Work instruction >>
Retrieve every line of the data holding the word "addressesOf".

_ _ _ _ _

/** Numbers and times as they stand in sentences; the same in every language that writes left to right in digits. */

const pad = (value: number): string => String(value).padStart(2, '0');

/** Wall time of day "HH:MM" at a zone offset in minutes east of UTC. */
export function timeOfDay(wallMs: number, offsetMinutes: number): string {
  const minutes = Math.floor(wallMs / 60_000) + offsetMinutes;
  const ofDay = ((minutes % 1440) + 1440) % 1440;
  return `${pad(Math.floor(ofDay / 60))}:${pad(ofDay % 60)}`;
}

/** Date "YYYY-MM-DD" at a zone offset in minutes east of UTC. */
export function dateOf(wallMs: number, offsetMinutes: number): string {
  return new Date(wallMs + offsetMinutes * 60_000).toISOString().slice(0, 10);
}

/** A span as a person says it: "45 s", "12 min", "1 h 05 min". Rounded down, so that nothing is promised too long. */
export function span(ms: number): string {
  const seconds = Math.floor(Math.abs(ms) / 1000);
  if (seconds < 90) return `${seconds} s`;
  const minutes = Math.floor(seconds / 60);
  return minutes < 90 ? `${minutes} min` : `${Math.floor(minutes / 60)} h ${pad(minutes % 60)} min`;
}

/** Connector numbers short: "1 to 4, 7". */
export function numberList(numbers: readonly number[]): string {
  const sorted = [...numbers].sort((a, b) => a - b);
  const runs: [number, number][] = [];
  for (const number of sorted) {
    const last = runs.at(-1);
    if (last && number === last[1] + 1) last[1] = number;
    else runs.push([number, number]);
  }
  return runs
    .map(([from, to]) => (from === to ? `${from}` : to === from + 1 ? `${from}, ${to}` : `${from} to ${to}`))
    .join(', ');
}

/** A number with at most so many decimals, without trailing zeros. */
export function decimals(value: number, most: number): string {
  return String(Number(value.toFixed(most)));
}
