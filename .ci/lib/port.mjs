import { createServer } from 'node:net';
import { networkInterfaces } from 'node:os';
import { Refusal, codeOf } from './say.mjs';

/** A name for this machine alone stands for both of its loopback addresses: a browser may try either first. */
const loopback = ['127.0.0.1', '::1'];
const everywhere = ['0.0.0.0', '::'];

/** @param {string} host */
export function addressesOf(host) {
  return host === 'localhost' ? loopback : [host];
}

/** @param {string} host */
export function isOnlyThisMachine(host) {
  return host === 'localhost' || loopback.includes(host);
}

/**
 * What a person types to reach it. A wildcard is no address, so the machine's first one in the network stands for it.
 * @param {string} host
 */
export function nameOf(host) {
  if (!everywhere.includes(host)) return host.includes(':') ? `[${host}]` : host;
  const own = Object.values(networkInterfaces()).flatMap((each) => each ?? []);
  return own.find((each) => each.family === 'IPv4' && !each.internal)?.address ?? 'localhost';
}

/**
 * The sentence for a server that could not listen.
 * @param {unknown} error
 * @param {string} host
 * @param {number} port
 */
export function whyNotListening(error, host, port) {
  const code = codeOf(error);
  if (code === 'EADDRINUSE') {
    return new Refusal(`Port ${port} is already in use: stop what runs there, or choose another with --port.`);
  }
  if (code === 'EACCES') return new Refusal(`Port ${port} may not be used by this account: choose one above 1023.`);
  if (code === 'EADDRNOTAVAIL' || code === 'ENOTFOUND') {
    return new Refusal(`This machine has no address ${host}: give --host one of its own, or 0.0.0.0 for all.`);
  }
  return new Refusal(`Port ${port} at ${host} cannot be used (${code || String(error)}).`);
}

/**
 * Opens a server on one address. A machine without IPv6 has no second loopback address, and that is no fault.
 * @template {import('node:net').Server} Server
 * @param {Server} server
 * @param {string} address
 * @param {number} port
 * @returns {Promise<Server | null>} null where the machine lacks that loopback address
 */
export function listen(server, address, port) {
  return new Promise((done, refuse) => {
    server.once('error', (error) => {
      const lacking = address === '::1' && ['EADDRNOTAVAIL', 'EAFNOSUPPORT'].includes(codeOf(error));
      if (lacking) done(null);
      else refuse(error);
    });
    server.listen({ host: address, port, ipv6Only: address === '::1' }, () => done(server));
  });
}

/**
 * Refuses early, before a build that nobody could see.
 * @param {string} host
 * @param {number} port
 */
export async function refuseTakenPort(host, port) {
  for (const address of addressesOf(host)) {
    try {
      const server = await listen(createServer(), address, port);
      if (server !== null) await new Promise((done) => server.close(done));
    } catch (error) {
      throw whyNotListening(error, host, port);
    }
  }
}
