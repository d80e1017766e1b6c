/** A plan small enough to assess in a moment: five stations of an invented site, two layouts, two observations. */
export function smallPlan(): Record<string, unknown> {
  const station = (id: string, east: number, north: number) => ({
    id,
    latitudeDeg: -30 + north / 111_000,
    longitudeDeg: 20 + east / 96_500,
    heightM: 900,
    antenna: "d12",
  });
  const observation = (id: string, declinationDeg: number) => ({
    id,
    declinationDeg,
    hourAngle: { fromH: -2, toH: 2 },
    elevationLimitDeg: 15,
    frequencyHz: 1.42e9,
    integrationS: 600,
    weighting: { scheme: "natural" },
    image: { sidelobeRadiusArcsec: 300 },
  });
  return {
    format: "spanwright-plan",
    version: 1,
    title: "Fenwick Ridge",
    site: { origin: { latitudeDeg: -30, longitudeDeg: 20, heightM: 900 } },
    antennas: [{ id: "d12", diameterM: 12, receivers: [{ fromHz: 1e9, toHz: 2e9, sefdJy: 400 }] }],
    stations: [
      station("A", 0, 0),
      station("B", 400, 30),
      station("C", -150, 500),
      station("D", 900, -700),
      station("E", -800, -300),
    ],
    layouts: [
      { id: "wide", label: "All five", stations: ["A", "B", "C", "D", "E"] },
      { id: "close", stations: ["A", "B", "C"] },
    ],
    observations: [observation("south", -45), observation("north", 20)],
    requirements: [],
  };
}

/** One requirement on the beam's major axis. */
export const beamLine = (id: string, atMost: number, more: object = {}): object => ({
  id,
  quantity: "beam.majorArcsec",
  atMost,
  when: { observation: "south", layouts: ["wide"] },
  ...more,
});
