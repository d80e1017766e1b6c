import { describe, expect, it } from "vitest";
import type { BeamImage } from "../../../src/assess/result.ts";
import { ARCSEC_PER_RAD } from "../../../src/base/constants.ts";
import { along, beamAtArcsec, resampled } from "../../../src/view/resolve/sample.ts";

const FWHM = 1.8;
const PIXEL = FWHM / 6;
/** A round Gaussian, displaced so that east and north differ. */
const gaussian = (east: number, north: number): number =>
  Math.exp((-4 * Math.LN2 * ((east - 0.4) ** 2 + (north + 0.2) ** 2)) / FWHM ** 2);
const size = 64;
const image: BeamImage = {
  size,
  pixelRad: PIXEL / ARCSEC_PER_RAD,
  values: Float32Array.from({ length: size * size }, (_, k) =>
    gaussian(((k % size) - size / 2) * PIXEL, (Math.floor(k / size) - size / 2) * PIXEL),
  ),
};
// Cubic interpolation of a Gaussian with six samples a FWHM: the error is of third order in the step, below half a percent.
const TOLERANCE = 5e-3;

describe("beamAtArcsec", () => {
  it("reads the image between its pixels, east and north of the peak", () => {
    for (const [east, north] of [
      [0, 0],
      [0.4, -0.2],
      [1.13, 0.77],
      [-0.91, 1.3],
      [2.04, -1.99],
    ] as const) {
      expect(Math.abs(beamAtArcsec(image, east, north) - gaussian(east, north))).toBeLessThan(TOLERANCE);
    }
  });

  it("is not a number outside the image", () => {
    expect(beamAtArcsec(image, 40, 0)).toBeNaN();
    expect(beamAtArcsec(image, 0, -40)).toBeNaN();
  });
});

describe("resampled", () => {
  it("draws the middle on finer pixels, in the order of the image", () => {
    const half = 4;
    const n = 100;
    const out = resampled(image, half, n);
    let worst = 0;
    for (let y = 0; y < n; y++) {
      for (let x = 0; x < n; x++) {
        const at = (k: number): number => ((k + 0.5) * 2 * half) / n - half;
        worst = Math.max(worst, Math.abs(out[n * y + x] - gaussian(at(x), at(y))));
      }
    }
    expect(worst).toBeLessThan(TOLERANCE);
  });

  it("is zero outside the image", () => {
    expect(resampled(image, 20, 50)[0]).toBe(0);
  });
});

describe("along", () => {
  it("counts position angles north through east", () => {
    expect(along(0)).toEqual({ east: 0, north: 1 });
    expect(along(90).east).toBeCloseTo(1, 12);
  });
});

_ _ _ _ _

Answer to this task >>
export function addressesOf(host) {
  for (const address of addressesOf(host)) {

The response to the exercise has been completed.